--- TASK REQUIREMENTS ---
A single figure is wanted: the count of lines below containing the string "scale".

Stored items
'''
def test_parts_share_the_radius_and_have_charges_of_their_own():
    """Over 60 droplets with a step of one e both charges, their difference and their correlation come out right."""
    rng = np.random.default_rng(7)
    results = [droplet_posterior(stepped(rng), CONDITIONS) for _ in range(60)]
    charge = np.array([r.charge for r in results]) / ELEMENTARY_CHARGE - np.array([5, 6])
    cov = np.mean([r.charge_cov for r in results], axis=0) / ELEMENTARY_CHARGE**2
    sample = np.cov(charge.T)
    # variances of 60: 18 %, times 2.5
    assert np.diag(sample) == pytest.approx(np.diag(cov), rel=0.46)
    assert cov[0, 1] / np.sqrt(cov[0, 0] * cov[1, 1]) > 0.5
    assert np.corrcoef(charge.T)[0, 1] == pytest.approx(cov[0, 1] / np.sqrt(cov[0, 0] * cov[1, 1]), abs=0.25)
    difference = charge[:, 1] - charge[:, 0]
    assert np.var(difference) == pytest.approx(cov[0, 0] + cov[1, 1] - 2 * cov[0, 1], rel=0.46)
    for r in results[:5]:
        assert r.part_number_log_likelihood.shape == (2, len(r.number_values))
        assert np.array_equal(r.number_log_likelihood, r.part_number_log_likelihood[r.main_part])
        assert r.charge_std == pytest.approx(np.sqrt(np.diag(r.charge_cov)))


def test_a_part_without_field_has_no_charge_and_the_rest_has():
    """The part that never saw the field is NaN; the droplet's charge is that of the other part."""
    track = record(np.random.default_rng(8), 6e-7, 5, plan=Plan(pattern=(0, 1, 0, -1, 0, 0, 0, 0)))
    result = droplet_posterior(track.steps(part=(track.times[1:] > 13.0).astype(int)), CONDITIONS)
    assert result.reason == ""
    assert result.main_part == 0
    assert np.isnan(result.charge[1])
    assert np.isnan(result.charge_log_density([0.0], part=1)).all()
    assert result.charge[0] == pytest.approx(5 * ELEMENTARY_CHARGE, abs=4 * result.charge_std[0])


# --- no charge, no radius ----------------------------------------------------------------------------------------


def test_never_field_on_gives_a_radius_and_a_reason():
    """Without field there is a radius but no charge, and the reason says why."""
    result = droplet_posterior(
        record(np.random.default_rng(9), 6e-7, 5, plan=Plan(pattern=(0,))).steps(), CONDITIONS
    )
    assert result.reason == "never_field_on"
    assert np.isnan(result.charge).all()
    assert result.radius == pytest.approx(6e-7, rel=4 * result.log_radius_std)
    assert np.isnan(result.sensitivities["scale"][1])
    assert result.sensitivities["scale"][0] > 0


def test_rising_without_field_gives_no_radius():
    """Upside down the droplet rises without field, which no weight explains."""
    track = record(np.random.default_rng(10), 6e-7, 5)
    result = droplet_posterior(replace(track, down=-track.down).steps(), CONDITIONS)
    assert result.reason == "not_falling"
    assert np.isnan([result.radius, result.fall_speed, result.charge[0]]).all()
    assert result.free.fall_speed < 0


def test_too_few_steps_give_a_reason():
    """Seven steps are no droplet, and no error."""
    track = record(np.random.default_rng(11), 6e-7, 5)
    result = droplet_posterior(track.steps(breaks=np.arange(len(track.times) - 1) >= 7), CONDITIONS)
    assert result.reason == "too_few_steps"
    assert result.free is None
    assert set(NO_CHARGE_REASONS) == {"too_few_steps", "never_field_on", "not_falling", "out_of_range"}
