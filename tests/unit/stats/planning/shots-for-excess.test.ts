import { describe, expect, it } from 'vitest';
import { betaBinomial } from '$lib/stats/calibration/violations/common-cause';
import { excessOfShots, shotsForExcess } from '$lib/stats/planning/shots-for-excess';
import { generator } from '$lib/stats/random/generator';

const usual = { alpha: 0.05, power: 0.8 };

describe('shotsForExcess', () => {
  it('is (1.645 + 0.842)²(2 + κ4/κ2²)/excess² by hand', () => {
    // Poisson of mean 4: κ4/κ2² = 1/4. 2.48647… = 1.644854 + 0.841621 (tables of the normal law).
    expect(shotsForExcess(4, null, 0.1, usual)).toBe(Math.ceil((2.25 * 2.486475 ** 2) / 0.01));
    expect(excessOfShots(4, null, 1392, usual)).toBeCloseTo(0.1, 4);
  });

  it('refuses what has no meaning', () => {
    expect(shotsForExcess(0, 10, 0.1, usual)).toBeNull();
    expect(shotsForExcess(4, 10, 0, usual)).toBeNull();
    expect(shotsForExcess(4, 10, 0.1, { alpha: 0.05, power: 0.04 })).toBeNull();
  });

  it('is what a test on simulated shots needs: 80 of 100 see the excess', () => {
    const [trials, p, excess] = [32, 0.15, 0.12];
    const shots = shotsForExcess(trials * p, trials, excess, usual)!;
    const cut = 1 + (1.644854 / 2.486475) * excess;
    let seen = 0;
    for (let r = 0; r < 400; r++) {
      const { counts } = betaBinomial(generator(6, r), shots, trials, p, excess / (trials - 1));
      let [sum, square] = [0, 0];
      for (const [n, h] of counts) [sum, square] = [sum + n * h, square + n * n * h];
      const mean = sum / shots;
      const variance = (square - shots * mean * mean) / (shots - 1);
      if (variance / (mean * (1 - mean / trials)) > cut) seen++;
    }
    // 320 ± 8; the spread is a little larger under the excess itself.
    expect(seen).toBeGreaterThan(280);
    expect(seen).toBeLessThan(352);
  });
});
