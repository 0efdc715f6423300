import { toLaw, type TrialLevels } from '$lib/stats/fit/trial-levels';
import { transfers } from '$lib/stats/fit/transfers';
import { lawMoments } from '$lib/stats/laws/law-moments';
import { describe, expect, it } from 'vitest';
import { levelsOf } from './plain';

const levels = levelsOf(
  [
    [0.2, 6],
    [0.7, 3]
  ],
  { ones: 2, zeros: 4 }
);
const total = (of: TrialLevels) => of.trials.reduce((a, b) => a + b, 0) + of.ones + of.zeros;

describe('transfers', () => {
  it('pass trials between neighbours, N and the mean kept', () => {
    const found = transfers(levels, 1);
    expect(found.length).toBeGreaterThan(5);
    for (const next of found) {
      expect(total(next)).toBe(total(levels));
      const clipped = next.p.some((p) => p === 0.001 || p === 0.999);
      if (!clipped) expect(lawMoments(toLaw(next)).mean).toBeCloseTo(lawMoments(toLaw(levels)).mean, 9);
      expect(next).not.toEqual(levels);
    }
    // From the sure trials to the level at 0.7, and back.
    expect(found.some(({ ones, trials }) => ones === 1 && trials[1] === 4)).toBe(true);
    expect(found.some(({ ones, trials }) => ones === 3 && trials[1] === 2)).toBe(true);
  });

  it('exchange two multiplicities', () => {
    expect(transfers(levels, 1).some(({ trials }) => trials[0] === 3 && trials[1] === 6)).toBe(true);
  });

  it('leave no level or pool empty or negative, and do not touch the given law', () => {
    const before = JSON.stringify(levels);
    for (const size of [1, 2, 4, 16]) {
      for (const next of transfers(levels, size)) {
        expect(next.trials.every((m) => m >= 1)).toBe(true);
        expect(Math.min(next.ones, next.zeros)).toBeGreaterThanOrEqual(0);
        expect(next.p.every((p) => p > 0 && p < 1)).toBe(true);
      }
    }
    expect(transfers(levels, 16)).toHaveLength(0);
    expect(JSON.stringify(levels)).toBe(before);
  });
});
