import { climb } from '$lib/stats/fit/climb';
import { moves } from '$lib/stats/fit/moves';
import { workspace } from '$lib/stats/fit/workspace';
import { describe, expect, it } from 'vitest';
import { dataOf, levelsOf } from './plain';

describe('moves', () => {
  // The law of one sure trial and two at one half.
  const shots = [0, 2500, 5000, 2500];
  const space = () => workspace(dataOf({ shots, trials: 4 }));

  it('promise nothing at the maximum', () => {
    const best = levelsOf([[0.5, 2]], { ones: 1, zeros: 1 });
    expect(moves(space(), best, 1e-6)).toEqual([]);
  });

  it('see that equal levels want to split, and the split gains about what was promised', () => {
    const work = space();
    const equal = climb(work, levelsOf([[0.5, 4]]), 1e-12);
    const [first] = moves(work, equal.levels, 1e-3);
    expect(first.promise).toBeGreaterThan(100);
    const gains = first.starts.map((start) => climb(work, start, 1e-9).value - equal.value);
    expect(Math.max(...gains)).toBeGreaterThan(0.2 * first.promise);
  });

  it('see that a trial wants to leave 0, and one to leave 1', () => {
    // Binomial(3, ½) counts, fitted with one trial stuck at an end.
    const data = dataOf({ shots: [1250, 3750, 3750, 1250], trials: 3 });
    const work = workspace(data);
    const stuck = climb(work, levelsOf([[0.5, 2]], { zeros: 1 }), 1e-9);
    expect(stuck.value).toBe(-Infinity);
    const low = workspace(dataOf({ shots: [4000, 5000, 1000], trials: 3 }));
    const ofZero = climb(low, levelsOf([[0.35, 2]], { zeros: 1 }), 1e-9);
    const found = moves(low, ofZero.levels, 1e-3);
    const best = Math.max(
      ...found.flatMap(({ starts }) => starts.map((start) => climb(low, start, 1e-9).value))
    );
    expect(best).toBeGreaterThanOrEqual(ofZero.value);
    const high = workspace(dataOf({ shots: [0, 1000, 5000, 4000], trials: 4 }));
    const ofOne = climb(high, levelsOf([[0.65, 2]], { ones: 1, zeros: 1 }), 1e-9);
    for (const move of moves(high, ofOne.levels, 1e-3)) expect(move.promise).toBeGreaterThan(1e-3);
  });

  it('let a Poisson part harden into trials where the counts are regular', () => {
    const work = workspace(dataOf({ shots: [10, 200, 580, 200, 10], trials: null }));
    const rare = climb(work, levelsOf([], { zeros: Infinity, poissonPart: 2 }), 1e-9);
    const [first] = moves(work, rare.levels, 1e-3);
    expect(first.starts.some(({ p }) => p.length === 1)).toBe(true);
    const gain = Math.max(...first.starts.map((start) => climb(work, start, 1e-9).value)) - rare.value;
    expect(gain).toBeGreaterThan(100);
  });
});
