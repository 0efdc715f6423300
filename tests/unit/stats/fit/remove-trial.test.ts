import { removeTrial } from '$lib/stats/fit/remove-trial';
import fc from 'fast-check';
import { describe, expect, it } from 'vitest';
import { innerProbability } from '../laws/enumerate';
import { plainPmf } from './plain';

describe('removeTrial', () => {
  it('undoes the adding of a trial, upward for p ≤ ½ and downward beyond', () => {
    fc.assert(
      fc.property(
        fc.array(innerProbability, { minLength: 1, maxLength: 60 }),
        fc.oneof(innerProbability, fc.constantFrom(0, 1, 0.5)),
        (rest, p) => {
          const f = Float64Array.from(plainPmf([...rest, p]));
          const g = new Float64Array(f.length + 5).fill(7);
          removeTrial(f, f.length, p, g);
          const want = plainPmf(rest);
          const largest = Math.max(...want);
          // Errors do not grow from step to step, so they stay at rounding of the largest value.
          want.forEach((value, n) => expect(Math.abs(g[n] - value)).toBeLessThan(1e-13 * largest));
          expect(Math.abs(g[rest.length + 1])).toBeLessThan(1e-13 * largest);
        }
      )
    );
  });

  it('keeps that twice over, all that a fit asks, for 400 trials', () => {
    for (const p of [0.01, 0.3, 0.5, 0.8]) {
      let f = Float64Array.from(plainPmf(new Array<number>(400).fill(p)));
      for (let removed = 0; removed < 2; removed++) {
        const g = new Float64Array(f.length);
        removeTrial(f, f.length, p, g);
        f = g;
      }
      const want = plainPmf(new Array<number>(398).fill(p));
      const largest = Math.max(...want);
      want.forEach((value, n) => expect(Math.abs(f[n] - value)).toBeLessThan(1e-11 * largest));
    }
  });
});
'''
--- RESULT ---
2